Я не во всем согласен с Тодом. Далеко не во всем. Например, Тод очень плохо относится к сутенерам. А сутенеры – это выдающиеся личности, которые помимо всего прочего придают городскому пейзажу такой колорит своими стильными одеждами и машинами. Где были бы несчастные девочки без своих сутенеров, которые осыпают их деньгами и ничего не просят взамен? Совсем не то что Тод с его милосердием. Он-то ходит туда втирать грязь в их раны. И торопливо пятится, пока не показался трудяга сутенер и не поднял ее на ноги своими унизанными перстнями кулачищами. Пока он трудится, младенец в колыбели возле койки перестает плакать и засыпает ангельским сном, успокоенный сознанием того, что пришел сутенер.
Айрин все так же регулярно названивает, но мне не следует давать волю своим упованиям. Я думал, что она потихоньку идет на сближение. Ан нет. Она вновь мстительно восстала против нас. С чего, я не знаю. Может, мы что-нибудь не так сказали?

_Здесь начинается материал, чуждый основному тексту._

def _needed(folder: Folder) -> tuple[dict | None, str]:
    rec = folder.record.get("ranking") or {}
    doc = rec.get("trials_needed")
    table = folder.tables.get("trials_needed")
    if not isinstance(doc, dict) or table is None:
        why = doc if isinstance(doc, str) else "not computed for this run"
        return None, why.removeprefix("not computed: ")
    rows = [
        ("target rate", fmt(doc.get("target"))),
        ("settled when", _pretty(doc.get("settled_when"))),
        ("chance asked for", fmt(doc.get("settle_chance"))),
        ("already settled", fmt(doc.get("already_settled"), "int")),
        ("settle with more trials", fmt(doc.get("settles_with_more_trials"), "int")),
        (
            f"not within {fmt(doc.get('max_trials'), 'int')} more trials",
            fmt(doc.get("not_within_max_trials"), "int"),
        ),
        ("method", _pretty(doc.get("method"))),
    ]
    more = table[table["status"].astype(str) == "settles with more trials"]
    more = more.sort_values(["trials_needed", "group"], kind="stable").head(SHORT_ROWS * 2)
    shown = None
    if not more.empty:
        more = more.drop(columns=["status"])
        shown = page_table(
            more,
            labels={"trials_needed": "more trials needed", "prob_settled": "chance then settled"},
        )
    return {
        "rows": rows,
        "table": shown,
        "note": f"The groups closest to settled first (at most {SHORT_ROWS * 2});"
        " every group is in trials_needed.csv.",
    }, ""
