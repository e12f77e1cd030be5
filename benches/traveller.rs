//! Traveller benchmarks: a 300-feature job with 20 readings per feature is read from disk,
//! parsed and validated (goal under 30 ms), and saved with fsync, backup included (goal under
//! 20 ms). The figures are in docs/performance.md.

use criterion::{Criterion, black_box};
use std::path::Path;
use tiltbook::store::{self, Store};
use tiltbook::traveller::{FeatureState, Traveller, parse, validate};
use tiltbook::units::Length;

const FEATURES: usize = 300;
const READINGS: usize = 20;

/// The finished sample's job, fixtures and sets, with its first feature (a spaced sweep, judged)
/// repeated 300 times, each with its own id and 20 readings over the same travel.
fn big_job() -> Traveller {
    let p = Path::new(env!("CARGO_MANIFEST_DIR")).join("sample-jobs/ds-204-finished.yaml");
    let text = std::fs::read_to_string(&p).expect("the finished sample");
    let base = parse(&text).expect("the finished sample reads").traveller;
    let template = base.features[0].clone();
    let mut t = base;
    t.signoffs.clear();
    t.events.clear();
    t.notes.clear();
    t.handovers.clear();
    t.returns.clear();
    t.features = (1..=FEATURES)
        .map(|i| {
            let mut f = template.clone();
            f.id = format!("F{i}");
            f.name = format!("flank {i}");
            f.state = FeatureState::Judged;
            for a in &mut f.attempts {
                if let Some(s) = &mut a.sweep {
                    s.points = Some(READINGS as u32);
                    s.readings = (0..READINGS)
                        .map(|k| Length::inches(((k * 2 + i % 3) / 10) as f64 * 0.0001))
                        .collect();
                }
            }
            f
        })
        .collect();
    t
}

fn bench(c: &mut Criterion) {
    let job = big_job();
    let dir = tempfile::tempdir().expect("a temporary folder");
    let path = dir.path().join("big.yaml");
    let mut store = Store::create(&path, &job, "KM").expect("saved");
    let size = std::fs::metadata(&path).map_or(0, |m| m.len());
    let loaded = store::load(&path).expect("reads back");
    let readings: usize = loaded
        .traveller
        .features
        .iter()
        .flat_map(|f| &f.attempts)
        .filter_map(|a| a.sweep.as_ref())
        .map(|s| s.readings.len())
        .sum();
    println!(
        "traveller: {} features, {readings} readings, {size} bytes, {} problems found",
        loaded.traveller.features.len(),
        validate(&loaded.traveller, &loaded.locator).len()
    );

    let mut g = c.benchmark_group("traveller");
    g.bench_function("load_300_features", |b| {
        b.iter(|| store::load(black_box(&path)).expect("reads"))
    });
    g.bench_function("load_and_validate_300_features", |b| {
        b.iter(|| {
            let l = store::load(black_box(&path)).expect("reads");
            validate(&l.traveller, &l.locator)
        })
    });
    g.bench_function("save_fsync_300_features", |b| {
        b.iter(|| store.save_confirmed(black_box(&job)).expect("saves"))
    });
    g.finish();
}

fn main() {
    let mut c = Criterion::default().configure_from_args();
    bench(&mut c);
    c.final_summary();
}
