#[test]
fn a_small_angle_offers_two_stacks_and_a_longer_fixture_and_records_the_choice() {
    let (mut app, mut r) = app_with(small_angle_plan(), Some("JQ"), false);
    to_stack_on(&mut app, &mut r, "SB5-117");
    // 5 in · sin 0.5° = 0.0436331 in (direct computation): below the set's 0.0500 in block
    let rem = app.ui.remedies.clone().expect("the remedies are offered");
    assert!(rem.open);
    assert!(
        app.attempt().unwrap().stack.is_none(),
        "nothing is recorded before the choice"
    );
    let list = options(&rem.small);
    assert_eq!(list[0], Pick::Two);
    assert!(list.iter().any(|p| matches!(p, Pick::Longer(_))));
    assert_eq!(list[rem.sel], Pick::Two, "two stacks chosen by default");
    assert!(rem.small.why.contains("smallest angle error"));
    enter(&mut app, &mut r);
    let a = app.attempt().unwrap().clone();
    let raised = a.stack.as_ref().unwrap();
    let pivot = a
        .stack_pivot
        .as_ref()
        .expect("the stack under the pivot roll");
    assert_eq!(raised.height - pivot.height, Length::inches(0.0436));
    // θ = asin((R − P)/C), DOMAIN (small angles); both record it
    let want = Angle::from_rad((0.0436f64 / 5.00002).asin());
    assert!((raised.achieved.arcsec() - want.arcsec()).abs() < 0.01);
    assert_eq!(raised.achieved, pivot.achieved);
    assert!(a.stack_b.is_none());
    assert_reopens(&app);
    // r shows the choice again; the longer fixture becomes the attempt's, with the reason
    act(&mut app, &mut r, Action::Remedies);
    assert!(app.ui.remedies.as_ref().unwrap().open);
    let k = list
        .iter()
        .position(|p| matches!(p, Pick::Longer(_)))
        .unwrap();
    for _ in 0..k {
        act(&mut app, &mut r, Action::Down);
    }
    enter(&mut app, &mut r);
    let a = app.attempt().unwrap().clone();
    let fx = a.fixture.as_ref().unwrap();
    assert_ne!(fx.id, "SB5-117");
    assert!(fx.reason.contains("small angle"));
    assert!(a.stack_pivot.is_none());
    assert_eq!(
        app.doc.feature("F1").unwrap().state,
        FeatureState::SetChosen
    );
    assert_reopens(&app);
    // and back to two stacks: the first fixture again
    act(&mut app, &mut r, Action::Remedies);
    act(&mut app, &mut r, Action::PageUp);
    enter(&mut app, &mut r);
    let a = app.attempt().unwrap().clone();
    assert_eq!(a.fixture.as_ref().unwrap().id, "SB5-117");
    assert!(a.stack_pivot.is_some());
    assert_reopens(&app);
}

#[test]
fn a_failed_two_stack_attempt_corrects_the_difference() {
    let (mut app, mut r) = app_with(small_angle_plan(), Some("JQ"), false);
    to_stack_on(&mut app, &mut r, "SB5-117");
    enter(&mut app, &mut r); // two stacks
    stack_to_readings(&mut app, &mut r);
    assert_eq!(step(&app), Some(Step::Sweep));
    // a rise of 0.0040 in over 4 in: 3'26" against ±0°01'
    readings(&mut app, &mut r, "4", &["0", "0.0020", "0.0040"]);
    enter(&mut app, &mut r);
    let a = app.attempt().unwrap().clone();
    let j = a.judgement.clone().unwrap();
    assert_eq!(j.verdict, Verdict::Fail);
    let c = j.correction.clone().unwrap();
    let diff = a.stack.as_ref().unwrap().height - a.stack_pivot.as_ref().unwrap().height;
    assert_eq!(c.height, diff + c.delta, "the change is to the difference");
    // ΔH = C·(sin(θ − δ) − sin θ) (DOMAIN, correction), on the 0.0001 in grid
    let th = a.stack.as_ref().unwrap().achieved.rad();
    let dh = 5.00002 * ((th - j.residual.rad()).sin() - th.sin());
    assert!(
        (c.delta.as_in() - dh).abs() <= 0.00005 + 1e-9,
        "{} {dh}",
        c.delta.as_in()
    );
    act(&mut app, &mut r, Action::NewAttempt);
    let a = app.attempt().unwrap().clone();
    assert_eq!(a.number, 2);
    let (raised, pivot) = (a.stack.unwrap(), a.stack_pivot.expect("two stacks again"));
    assert_eq!(raised.height - pivot.height, c.height);
    assert_reopens(&app);
}

#[test]
fn the_note_for_the_next_shift_is_asked_only_with_something_to_hand_over() {
    // opened and closed: nothing to hand over
    let (mut app, _) = tui_support::app();
    let effects = update(
        &mut app,
        Msg::Key(tiltbook::tui::keymap::Input::Act(Action::Quit)),
    );
    assert!(app.quit && app.prompt.is_none(), "{effects:?}");
    // a feature opened but nothing chosen yet: still nothing
    let (mut app, mut r) = tui_support::app();
    enter(&mut app, &mut r);
    act(&mut app, &mut r, Action::Quit);
    assert!(app.quit);
    // a fixture chosen: asked
    let (mut app, mut r) = tui_support::app();
    enter(&mut app, &mut r);
    enter(&mut app, &mut r);
    act(&mut app, &mut r, Action::Quit);
    assert!(!app.quit);
    assert!(matches!(
        app.prompt.as_ref().map(|p| &p.kind),
        Some(PromptKind::Handover)
    ));
}

#[test]
fn another_set_clears_both_plates_and_builds_them_again() {
    let (mut app, mut r) = app();
    to_stack_of(&mut app, &mut r, 3);
    // one block of the other plate on
    app.ui.stack_sel = app.attempt().unwrap().stack.as_ref().unwrap().blocks.len();
    act(&mut app, &mut r, Action::Tick);
    assert!(app.attempt().unwrap().stack_b.as_ref().unwrap().blocks[0].wrung);
    esc(&mut app, &mut r);
    assert_eq!(step(&app), Some(Step::BlockSet));
    act(&mut app, &mut r, Action::Down); // the metric set
    enter(&mut app, &mut r);
    assert!(
        matches!(
            app.prompt.as_ref().map(|p| &p.kind),
            Some(PromptKind::Redo(_))
        ),
        "a wrung block is later work: asked first"
    );
    enter(&mut app, &mut r);
    let a = app.attempt().unwrap();
    assert_eq!(a.block_set.as_ref().unwrap().id, "BX88-B");
    let (n, o) = (a.stack.as_ref().unwrap(), a.stack_b.as_ref().unwrap());
    assert!(
        n.blocks.iter().chain(&o.blocks).all(|b| !b.wrung),
        "built afresh"
    );
    // whole 0.001 mm steps of the metric set (0.0005 mm with its 1.0005 block)
    assert!(n.height.nm() % 500 == 0 && o.height.nm() % 500 == 0);
    assert_reopens(&app);
}

#[test]
fn another_fixture_after_the_readings_clears_both_sweeps() {
    let (mut app, mut r) = app();
    to_stack_of(&mut app, &mut r, 3);
    stack_to_readings(&mut app, &mut r);
    readings(&mut app, &mut r, "4", &["0", "0.0001", "0"]);
    enter(&mut app, &mut r); // on to view B
    typ(&mut app, &mut r, "4");
    enter(&mut app, &mut r);
    typ(&mut app, &mut r, "3");
    enter(&mut app, &mut r);
    typ(&mut app, &mut r, "0");
    enter(&mut app, &mut r);
    assert!(app.attempt().unwrap().sweep_b.is_some());
    // back to the fixtures: view B, view A, settle, safety, stack, set, fixture
    for _ in 0..6 {
        esc(&mut app, &mut r);
    }
    assert_eq!(step(&app), Some(Step::Fixture));
    act(&mut app, &mut r, Action::Down);
    enter(&mut app, &mut r);
    assert!(matches!(
        app.prompt.as_ref().map(|p| &p.kind),
        Some(PromptKind::Redo(_))
    ));
    enter(&mut app, &mut r);
    let a = app.attempt().unwrap();
    assert!(
        a.sweep.is_none() && a.sweep_b.is_none(),
        "both views' readings go"
    );
    assert!(a.stack.is_none() && a.stack_b.is_none());
    assert_reopens(&app);
}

Но то, как Тод смотрит на женщин на улице, уже внушает некоторый оптимизм. Теперь его взор устремляется именно туда, куда я хочу посмотреть. Наши императивы и приоритеты отнюдь не полностью совпадают, но они, во всяком случае, пересекаются. Нам нравятся женщины одного типа – женственные. Сперва Тод смотрит на лицо, потом на грудь, потом на низ живота. Если он смотрит со спины, то последовательность такая: волосы, талия, крестец. Судя по всему, ногами ни он, ни я особо не интересуемся, но мне кажется, не мешало бы рассматривать их чуть повнимательней.